The reports on this page provide guidance on ethnic, religious and linguistic minorities’ rights and protections typically found in constitutions.
Selected Materials
This Constitutional Design Primer from International IDEA addresses the role of language in constitutional design, and the key considerations that arise in multilingual states.
This Constitutional Brief from International IDEA surveys comparative constitutional practice relating to the minorities within minorities challenge – that is, the protection of minorities within constituent units in multi-level governance systems.
This report examines the implications of territorially concentrated divided communities (minorities or otherwise) on constitution making through three inquiries:  (1) what factors will inform the mobilization of territorially-based interests (2) how might these interests impact the design of the constitution making process and (3) how might they impact the content of the constitution itself.  The report is extremely useful in analyzing the politics and dynamics of constitutional negotiation in territorially-based divided societies.
This paper discusses the nature of different minorities that may be politically important, and then considers different approaches to dealing with the constitutional recognition of minorities, the protection of their basic human rights and the entrenchment of specific minority rights, as well as the participation of minorities in government.
This paper discusses the role of constitutions and opportunities provided by constitution-drafting in democratic consolidation with respect to the protection of religious minorities. The author takes the position that the constitution-drafting process is a rare opportunity for a detailed discussion between the state and its people, which can give rise to important give-and-takes that could result in both short-term conflict resolution and long-term stability of state institutions. The paper also briefly examines international standards related to religious minorities, including the Universal Declaration of Human Rights, the International Covenant on Civil and Political Rights, and the Declaration on the Elimination of All Forms of Intolerance and Discrimination. The paper ends by presenting the case of Indonesia as an example of how religious minorities can be accommodated.

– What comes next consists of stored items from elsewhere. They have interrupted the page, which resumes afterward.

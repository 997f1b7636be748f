"""Hold the result of a run: one study for each distinct boat, and every hull and option set with it."""

from __future__ import annotations

from collections.abc import Iterable, Mapping
from dataclasses import dataclass, field

from checker.boat.aboard import Aboard
from checker.boat.assemble import Signature
from checker.checks.check import HouseChange
from checker.finding import Level, Outcome, Span, Verdict
from checker.limits.measuring_rule import MeasuringRule
from checker.network.ladder import Rung
from checker.result.measured import Judged
from checker.result.sheet import Step
from checker.result.sheet_file import Sheet


@dataclass(frozen=True, slots=True)
class EnteredTable:
    """Tell a table of a limit set that the yard has entered, where it was read, and the yard's file."""

    table: str
    document: str
    clause: str
    edition: str
    page: str
    basis: str
    file: str


@dataclass(frozen=True, slots=True)
class SetUse:
    """Tell a limit set that a boat is judged by, why, and how many of its figures are from memory.

    `entered` are the tables that the yard has entered, `not_entered` those it has yet to enter.
    """

    id: str
    title: str
    why: str
    from_memory: int
    caution: str
    entered: tuple[EnteredTable, ...] = ()
    not_entered: tuple[str, ...] = ()


@dataclass(frozen=True, slots=True)
class Study:
    """Hold what was found on one distinct boat, in report order, before any waiver.

    `name` is the first subject that has this content. `news` are the outcomes that did not
    pass, `passes` those that did; `thin` counts the passes with little headroom.
    """

    name: str
    news: tuple[Outcome, ...]
    passes: tuple[Outcome, ...]
    thin: int
    sets: tuple[SetUse, ...]
    ladder: tuple[Rung, ...] = ()
    tightest: Mapping[str, Outcome] = field(default_factory=dict)
    aboard: Aboard = field(default_factory=Aboard)


@dataclass(frozen=True, slots=True)
class Acceptance:
    """Tell the waiver that accepts a finding."""

    waiver: str
    reason: str
    approved_by: str
    expires: str
    evidence: str
    at: Span


@dataclass(frozen=True, slots=True)
class Handover:
    """Hold what belongs to the hand-over of one hull: the plan of its test, what was measured, who signed.

    `content` is the mark of its wiring, `tables` that of what judges it, `rule` says how far measured
    figures may be off; `judged` is None without a sheet.
    """

    steps: tuple[Step, ...]
    content: str
    tables: str
    sheet: Sheet | None
    judged: Judged | None
    signed: Signature | None
    rule: MeasuringRule


@dataclass(frozen=True, slots=True, kw_only=True)
class SubjectResult:
    """Hold the result of one hull or option set.

    `news` are the study's with waivers applied and what is found of this subject alone, `own`,
    in report order; `passes`, `passed` and `thin` are the study's, shared by all alike subjects.
    `passes` is empty where nobody asked for the list, `passed` counts them all the same.
    `alike` are the other subjects with the same content, `house` the yard's own rules that bear
    on it; `handover` is None where the hull's test was not planned.
    """

    id: str
    is_hull: bool
    class_id: str
    class_name: str
    revision: int
    class_revision: int
    options: tuple[str, ...]
    status: str
    changes: tuple[str, ...]
    study: str
    alike: tuple[str, ...]
    sets: tuple[SetUse, ...]
    news: tuple[Outcome, ...]
    own: tuple[Outcome, ...]
    passes: tuple[Outcome, ...]
    passed: int
    thin: int
    ladder: tuple[Rung, ...]
    tightest: Mapping[str, Outcome]
    accepted: dict[str, Acceptance]
    house: tuple[HouseChange, ...] = ()
    handover: Handover | None = None

    @property
    def outcomes(self) -> tuple[Outcome, ...]:
        """Return all outcomes in report order."""
        return (*self.news, *self.passes)

    @property
    def open_errors(self) -> int:
        """Count the findings at error level that no waiver accepts."""
        return count_open_errors(self.news)

    def count(self, verdict: Verdict) -> int:
        """Count the outcomes with a verdict."""
        return self.passed if verdict is Verdict.PASSED else sum(o.verdict is verdict for o in self.news)


@dataclass(frozen=True, slots=True, kw_only=True)
class FleetResult:
    """Hold everything a run found; every output renders this and judges nothing.

    `marks` tell by limit set and table what the limit tables say, `sizes` how the yard lets one kind
    of conductor size speak for the other.
    """

    yard: str
    tool_version: str
    subjects: tuple[SubjectResult, ...]
    studies: tuple[Study, ...]
    file_outcomes: tuple[Outcome, ...]
    unstudied: tuple[str, ...]
    house: tuple[HouseChange, ...] = ()
    marks: Mapping[str, Mapping[str, str]] = field(default_factory=dict)
    sizes: tuple[tuple[str, str], ...] = ()

    @property
    def open_errors(self) -> int:
        """Count all open errors: each hull's and option set's, and those of files."""
        return count_open_errors(self.file_outcomes) + sum(subject.open_errors for subject in self.subjects)

    @property
    def is_clean(self) -> bool:
        """Tell whether nothing is open at error level and everything was studied."""
        return self.open_errors == 0 and not self.unstudied


def count_open_errors(outcomes: Iterable[Outcome]) -> int:
    """Count findings at error level."""
    return sum(o.verdict is Verdict.FINDING and o.level is Level.ERROR for o in outcomes)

This paper is aimed at assisting persons engaged in nation-building, particularly in post-conflict states. Specifically it is meant to provide insight and examples into the ways and means of recognizing and accommodating multiple national groups living in a specific country. The paper highlights the ways in which ethnic diversity may present itself and the possibility of various groups not being geographically concentrated. The paper then canvasses the variety of means a country can use to address diversity, including: minority language and cultural rights, assimilation, exclusion and integration, and devolution. The last part of the paper looks at federalism in detail and how it accommodates diversity. Specifically, the paper highlights the characteristics of federal constitutions, basic features and division of roles and responsibilities between orders of government, areas of cooperation between orders of government, representation of constituent units at the federal level, the guarantee of rights for minorities, the utility of asymmetrical federalism, the possibility of secessionism, and the use of a neutral referee (i.e. the courts) to resolve any disagreement. The paper ends with a series of questions to be asked when considering how to craft institutions to accommodate ethnic diversity.